Atendimentos em salas abafadas, banheiros sem maçaneta, imóveis improvisados, crianças sem locais adequados e pátios com cara de mato. Assim são recebidos muitos cidadãos de Porto Alegre que precisam de auxílio em alguma sede do Conselho Tutelar.

Após ouvir inúmeras reclamações por parte de leitores, o Diário Gaúcho visitou unidades nos quatro cantos da Capital. E constatou casos de constrangimento para conselheiros e moradores, especialmente em áreas de periferia. A prefeitura admite problemas, atrasos em pagamentos de aluguel e luz, mas prevê dias melhores para 2019.

No Sarandi, cara de almoxarifado

Robinson Estrásulas / Agencia RBS
Porta interditada e com estacas

A conselheira Marília Conceição, da microrregião 2, no Sarandi, convida a reportagem para entrar na sua sala. Que é a mesma de outros dois colegas. Mas eles pouco se veem, uma vez que o local parece um almoxarifado: há pilhas de documentos e caixas de papel sobre as mesas e no chão. Cochichando, Marília afirma:

— Esse não é o maior problema. Estamos num lugar de passagem desde o último alagamento, em 2017. Como estamos ao lado de uma sala de atendimento, atrapalhamos a conversa com a família se falarmos em tom normal.

Assim a conselheira foi revelando graves deficiências no Conselho Tutelar (CT) que atua na região norte da Capital, a mais populosa (cerca de 300 mil pessoas) e carente da cidade. O imóvel é da prefeitura e servia como posto para a Brigada Militar. Só há uma porta: a outra está interditada (com escoras e compensado) após uma tentativa de furto.
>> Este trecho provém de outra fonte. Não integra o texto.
"""The simulated cell's kinetics and synapses against published numbers."""

from __future__ import annotations

from collections.abc import Callable

import numpy as np
import pytest

from rigctl_sim.hodgkin_huxley import respond, rest_mv, steady, upward_crossings_ms
from rigctl_sim.synapse import Depression

# Hodgkin & Huxley 1952, J Physiol 117:500, 6.3 °C; figures computed here from the stated equations
# by independent code: upward crossings of 0 mV, step from rest.


def _threshold(fires: Callable[[float], bool], low: float, high: float) -> float:
    for _ in range(14):
        middle = (low + high) / 2
        low, high = (low, middle) if fires(middle) else (middle, high)
    return high


def test_rest() -> None:
    assert round(rest_mv(), 3) == -64.996
    m, h, n = steady(rest_mv())
    assert (round(m, 5), round(h, 5), round(n, 5)) == (0.05296, 0.59599, 0.31773)


# At 15 µA/cm² the rate is 78.649 Hz (two step sizes, and scipy's DOP853 at 1e-9, agree on that);
# the table that these figures come from says 78.7, as if rounded twice. The others are as there.
@pytest.mark.parametrize(
    ("current", "rate_hz"),
    [(6.5, 55.1), (7, 58.3), (8, 62.5), (10, 68.3), (15, 78.6), (20, 86.5)],
)
def test_firing_rates(current: float, rate_hz: float) -> None:
    crossings = upward_crossings_ms(respond(current, 600, 600))
    assert round(1000 / float(np.diff(crossings)[-1]), 1) == rate_hz


def test_first_spike() -> None:
    trace = respond(10, 20, 20)
    assert round(float(upward_crossings_ms(trace)[0]), 3) == 1.901
    assert round(float(trace[:1000].max()), 1) == 40.3


def test_thresholds() -> None:
    one = _threshold(lambda i: len(upward_crossings_ms(respond(i, 60, 60))) >= 1, 2.0, 2.5)
    assert round(one, 3) == 2.240
    sustained = _threshold(
        lambda i: bool((upward_crossings_ms(respond(i, 1500, 1500))[-1:] > 1470).any()), 6.2, 6.3
    )
    assert round(sustained, 3) == 6.260


@pytest.mark.parametrize(("pulse_ms", "current"), [(2, 3.859), (3, 2.928), (5, 2.351)])
def test_pulse_thresholds(pulse_ms: float, current: float) -> None:
    found = _threshold(lambda i: len(upward_crossings_ms(respond(i, pulse_ms, 30))) >= 1, 2.0, 4.5)
    assert round(found, 3) == current


# Tsodyks & Markram 1997, PNAS 94:719 (U and τrec read second-hand; releases computed here from the
# stated equations, in which what was released recovers at once: τinact 0).
def test_depression_at_20_hz() -> None:
    synapse = Depression(0.5, 0.8, 0.0)
    found = [round(synapse.release(0.05 * k), 4) for k in range(6)]
    assert found == [0.5, 0.2651, 0.1548, 0.1030, 0.0787, 0.0673]


@pytest.mark.parametrize(
    ("rate_hz", "steady_release"), [(1, 0.4164), (10, 0.1051), (20, 0.0571), (50, 0.0241)]
)
def test_depression_settles(rate_hz: float, steady_release: float) -> None:
    synapse = Depression(0.5, 0.8, 0.0)
    found = [synapse.release(k / rate_hz) for k in range(400)]
    assert round(found[-1], 4) == steady_release


def test_three_ms_of_inactivation_changes_little() -> None:
    slow, fast = Depression(0.5, 0.8, 0.003), Depression(0.5, 0.8, 0.0)
    for k in range(50):
        assert slow.release(0.05 * k) == pytest.approx(fast.release(0.05 * k), rel=0.01)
— A falta de privacidade é constrangedora. Não há sala de espera. Adultos e crianças ficam num corredor estreito, sem espaço kids. É fácil ouvir os assuntos que deveriam ser tratados em sigilo — conta o conselheiro Josué Allemane.

Marília completa:

— Dois familiares já saíram no soco ao discordar das versões ouvidas um do outro. A população tem direitos violados e dá nisso.

Além da dificuldade de prestar o atendimento, há risco para as pessoas. Como o prédio é velho, a fiação é antiga. Quem instalou os dois aparelhos de ar-condicionado avisou: não é recomendável usá-los. Há perigo de sobrecarga elétrica. Mas como o ambiente é abafado, a refrigeração é quase uma necessidade básica. Os conselheiros fizeram uma vaquinha e completaram a fiação (não havia tomada perto do aparelho).
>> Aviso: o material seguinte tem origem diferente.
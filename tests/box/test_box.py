"""The box by itself: raw commands, without any of the program's own checks before it."""

from __future__ import annotations

import pytest

from rigctl.box import Box, BoxConfig
from rigctl.link import messages as msg
from rigctl.link.frames import FrameReader, encode_frame

HASH = bytes(range(32))
PER_MS = 2_000


class Raw:
    """Speaks frames to a box."""

    def __init__(self, config: BoxConfig | None = None) -> None:
        self.box = Box(config or BoxConfig(("pre1", "post1"), ("spike1",)))
        self.reader = FrameReader()
        self.seq = 0
        self.heard: list[msg.Message] = []
        self.hear()

    def hear(self) -> list[msg.Message]:
        new = [msg.decode(p) for p in self.reader.feed(self.box.take_output())]
        self.heard += new
        return new

    def say(self, message: msg.Message, tick: int) -> list[msg.Message]:
        self.box.receive(encode_frame(msg.encode(message)), tick)
        return self.hear()

    def next_seq(self) -> int:
        self.seq += 1
        return self.seq

    def arm(self, tick: int = 0, **changes: int) -> None:
        values: dict[str, int] = {
            "expiry_ms": 60_000, "min_width": 60, "max_width": 800_000, "min_spacing": 200,
            "max_per_s": 500, "max_duty_permille": 500, "max_pulses": 1000, "keep_alive_ms": 250,
        }  # fmt: skip
        values.update(changes)
        (challenge,) = self.say(msg.ArmRequest(self.next_seq(), HASH, **values), tick)
        assert isinstance(challenge, msg.Challenge)
        (ack,) = self.say(msg.ArmConfirm(self.next_seq(), challenge.nonce, HASH[:8]), tick)
        assert isinstance(ack, msg.Ack)

    def upload(self, tick: int, *triggers: msg.Trigger) -> list[msg.Message]:
        return self.say(msg.Upload(self.next_seq(), triggers), tick)

    def refusals(self) -> list[str]:
        return [
            msg.REASONS[e.width]
            for m in self.heard
            if isinstance(m, msg.Journal)
            for e in m.entries
            if msg.JOURNAL_KINDS[e.kind] == "refused"
        ]


def test_boot_says_so_and_nothing_is_high() -> None:
    raw = Raw()
    assert raw.heard == [msg.Boot(1)]
    assert raw.box.advance(10**9) == []


def test_nothing_pulses_unarmed() -> None:
    raw = Raw()
    (nak,) = raw.upload(0, msg.Trigger(1, 0, 5_000, 200))
    assert isinstance(nak, msg.Nak)
    assert msg.REASONS[nak.reason] == "not armed"
    assert raw.box.advance(10**7) == []


@pytest.mark.parametrize(
    ("triggers", "reason"),
    [
        ([msg.Trigger(1, 0, 9_000, 59)], "width over the limit"),
        ([msg.Trigger(1, 0, 9_000, 800_001)], "width over the limit"),
        ([msg.Trigger(1, 0, 9_000, 60), msg.Trigger(2, 0, 9_199, 60)], "spacing under the limit"),
        ([msg.Trigger(1, 0, 9_000, 900), msg.Trigger(2, 0, 9_500, 60)], "a pulse inside another"),
        ([msg.Trigger(1, 0, 9_500, 60), msg.Trigger(2, 0, 9_000, 900)], "a pulse inside another"),
        ([msg.Trigger(1, 2, 9_000, 200)], "no such output line"),
        ([msg.Trigger(1, 0, 9_000 + 2**30, 200)], "too far ahead"),
        (
            [msg.Trigger(1, 0, 9_000, 600_000), msg.Trigger(2, 0, 700_000, 600_000)],
            "duty over the limit",
        ),
    ],
)
def test_raw_commands_over_a_limit_are_refused(triggers: list[msg.Trigger], reason: str) -> None:
    raw = Raw()
    raw.arm()
    raw.upload(0, *triggers)
    assert raw.refusals() == [reason]
    highs = [e for e in raw.box.advance(100_000) if e.level]
    assert len(highs) == len(triggers) - 1


def test_rate_and_count_are_limited() -> None:
    raw = Raw(BoxConfig(("pre1",), queue_slots=200))
    raw.arm(max_per_s=10, max_pulses=15)
    for n in range(20):
        raw.upload(0, msg.Trigger(n, 0, 10_000 + n * 10_000, 100))
    assert raw.refusals() == ["rate over the limit"] * 10
    for n in range(10):
        raw.upload(0, msg.Trigger(100 + n, 0, 3_000_000 + n * 10_000, 100))
    assert raw.refusals()[10:] == ["count over the limit"] * 5


def test_equal_to_a_limit_is_allowed() -> None:
    raw = Raw()
    raw.arm()
    raw.upload(0, msg.Trigger(1, 0, 9_000, 60), msg.Trigger(2, 0, 9_200, 800_000))
    assert raw.refusals() == []


def test_the_host_cannot_loosen_the_boxs_own_limits() -> None:
    raw = Raw(BoxConfig(("pre1",), max_width_ticks=1_000))
    raw.arm(max_width=2**32 - 1)
    raw.upload(0, msg.Trigger(1, 0, 9_000, 1_001))
    assert raw.refusals() == ["width over the limit"]
    (nak,) = Raw().say(
        msg.ArmRequest(1, HASH, 1000, 60, 1000, 200, 10, 500, 10, keep_alive_ms=251), 0
    )
    assert isinstance(nak, msg.Nak)


def test_a_late_trigger_is_dropped_and_said_never_bunched() -> None:
    raw = Raw()
    raw.arm(tick=10_000)
    raw.upload(10_000, msg.Trigger(1, 0, 10_000, 200), msg.Trigger(2, 0, 9_000, 200))
    kinds = [e.kind for m in raw.heard if isinstance(m, msg.Journal) for e in m.entries]
    assert kinds == [msg.JOURNAL_CODES["dropped_late"]] * 2
    assert raw.box.advance(1_000_000) == []


def test_silence_makes_the_outputs_low_within_250_ms_and_empties_the_queue() -> None:
    raw = Raw()
    raw.arm(tick=1_000)
    long = msg.Trigger(1, 0, 400_000, 790_000)
    later = msg.Trigger(2, 1, 1_200_000, 200)
    raw.upload(1_000, long, later)
    edges = raw.box.advance(2_000_000)
    # The last valid frame came at tick 1000: 250 ms are 500 000 ticks.
    assert [(e.level, e.tick) for e in edges] == [(True, 400_000), (False, 501_000)]
    assert not raw.box.armed
    raw.hear()
    kinds = [
        (msg.JOURNAL_KINDS[e.kind], e.id)
        for m in raw.heard
        if isinstance(m, msg.Journal)
        for e in m.entries
    ]
    assert kinds == [("fired", 1), ("cancelled", 2), ("disarmed", 2)]


def test_any_valid_frame_keeps_it_alive_and_a_damaged_one_does_not() -> None:
    raw = Raw()
    raw.arm(tick=0)
    frame = encode_frame(msg.encode(msg.KeepAlive()))
    raw.box.advance(400_000)
    raw.box.receive(frame, 400_000)
    raw.box.advance(800_000)
    assert raw.box.armed
    raw.box.receive(frame[:-2] + bytes([frame[-2] ^ 1]) + b"\0", 800_000)
    raw.box.advance(900_001)
    assert not raw.box.armed


def test_arming_expires() -> None:
    raw = Raw()
    raw.arm(tick=0, expiry_ms=300)
    for tick in range(100_000, 700_001, 100_000):
        raw.box.advance(tick)
        raw.say(msg.KeepAlive(), tick)
    assert not raw.box.armed
    last = [e for m in raw.heard if isinstance(m, msg.Journal) for e in m.entries][-1]
    assert (msg.JOURNAL_KINDS[last.kind], msg.DISARMED[last.id]) == ("disarmed", "expired")
    assert last.tick == 600_000


@pytest.mark.parametrize("armed", [True, False])
def test_stop_works_in_any_state(armed: bool) -> None:
    raw = Raw()
    if armed:
        raw.arm()
        raw.upload(0, msg.Trigger(1, 0, 1_000, 500_000))
        raw.box.advance(2_000)
    raw.say(msg.Stop(), 3_000)
    edges = raw.box.advance(3_000)
    assert [(e.level, e.tick) for e in edges] == ([(False, 3_000)] if armed else [])
    assert not raw.box.armed


def test_a_confirmation_is_good_once_and_for_two_seconds() -> None:
    raw = Raw()
    request = msg.ArmRequest(1, HASH, 1000, 60, 1000, 200, 10, 500, 10, 250)
    (challenge,) = raw.say(request, 0)
    assert isinstance(challenge, msg.Challenge)
    (late,) = raw.say(msg.ArmConfirm(2, challenge.nonce, HASH[:8]), 2_000 * PER_MS + 1)
    assert isinstance(late, msg.Nak)
    (again,) = raw.say(msg.ArmConfirm(3, challenge.nonce, HASH[:8]), 2_000 * PER_MS + 2)
    assert isinstance(again, msg.Nak)
    assert not raw.box.armed


def test_cancel_is_done_or_too_late() -> None:
    raw = Raw()
    raw.arm()
    raw.upload(0, msg.Trigger(7, 0, 50_000, 200), msg.Trigger(8, 0, 60_000, 200))
    (ack, *_) = raw.say(msg.Cancel(raw.next_seq(), 8), 10)
    assert isinstance(ack, msg.Ack)
    raw.box.advance(55_000)
    answers = raw.say(msg.Cancel(raw.next_seq(), 7), 55_000)
    assert any(isinstance(a, msg.Nak) and msg.REASONS[a.reason] == "too late" for a in answers)
    assert [e.tick for e in raw.box.advance(100_000) if e.level] == []


def test_a_full_journal_counts_what_it_could_not_keep() -> None:
    raw = Raw(BoxConfig(("pre1",), ("spike1",), journal_slots=8))
    for n in range(20):
        raw.box.input_edge("spike1", True, 100 + n)
    raw.hear()
    entries = [e for m in raw.heard if isinstance(m, msg.Journal) for e in m.entries]
    assert [e.tick for e in entries] == list(range(100, 107))
    raw.say(msg.JournalAck(7), 300)
    raw.box.input_edge("spike1", True, 400)
    raw.hear()
    entries = [e for m in raw.heard if isinstance(m, msg.Journal) for e in m.entries][7:]
    assert [(msg.JOURNAL_KINDS[e.kind], e.id) for e in entries] == [("lost", 13), ("edge", 0)]


def test_falling_edges_are_not_journaled() -> None:
    raw = Raw()
    raw.box.input_edge("spike1", True, 100)
    raw.box.input_edge("spike1", False, 150)
    raw.hear()
    entries = [e for m in raw.heard if isinstance(m, msg.Journal) for e in m.entries]
    assert [e.tick for e in entries] == [100]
— E quando chove, verte água do teto em alguns lugares. Essa combinação de água e fiação é muito perigosa — admite Marília.

Outra reclamação dos conselheiros é de que apenas agora, ao final do terceiro ano do mandato, a prefeitura os chamou para um curso de capacitação (32 horas). Segundo a Constituição, porém, cursos deveriam ser constantes. Marília lamenta:

— Cuidamos da comunidade e ninguém nos cuida.

No Partenon, faltam material e capina

André Ávila / Agencia RBS
Com mato alto, quem vê de fora pensa que se trata de um lugar abandonado

A precariedade na manutenção da microrregião 4, no Partenon, é visível da rua. A casa, que fica num terreno elevado, praticamente some se olhada do portão. No dia em que a reportagem visitou o local, o mato no pátio beirava 1m de altura. A placa indicando se tratar do Conselho Tutelar está envolta por uma planta trepadeira.

— Aranhas aparecem a toda hora. Inclusive alguém disse ter visto um escorpião amarelo. Imagina o perigo que as crianças correm aqui — exclama Joel Ribeiro, coordenador-geral dos conselheiros tutelares da Capital.

A capina, segundo os funcionários, não aparece desde abril. Sete protocolos já foram abertos para executar o serviço e nada. Como o imóvel é da prefeitura (acolhe também um posto da Guarda Municipal), aparentemente apresenta melhores condições estruturais, como salas mais ventiladas e iluminadas, além de um espaço razoável para as crianças se entreterem enquanto os adultos aguardam por atendimento.

Porém, até pouco tempo atrás, os conselheiros penavam para executar as tarefas relativas aos expedientes gerados a cada atendimento. Joel conta que, certa vez, não escondeu a penúria:

— A gente passou um período sem folhas para fazer nosso trabalho. O jeito era reutilizar papéis. Um dia, comecei um ofício escrevendo: "Caro juiz. Não repare na folha que estamos enviando nosso pedido. Estamos sem reposição de material..."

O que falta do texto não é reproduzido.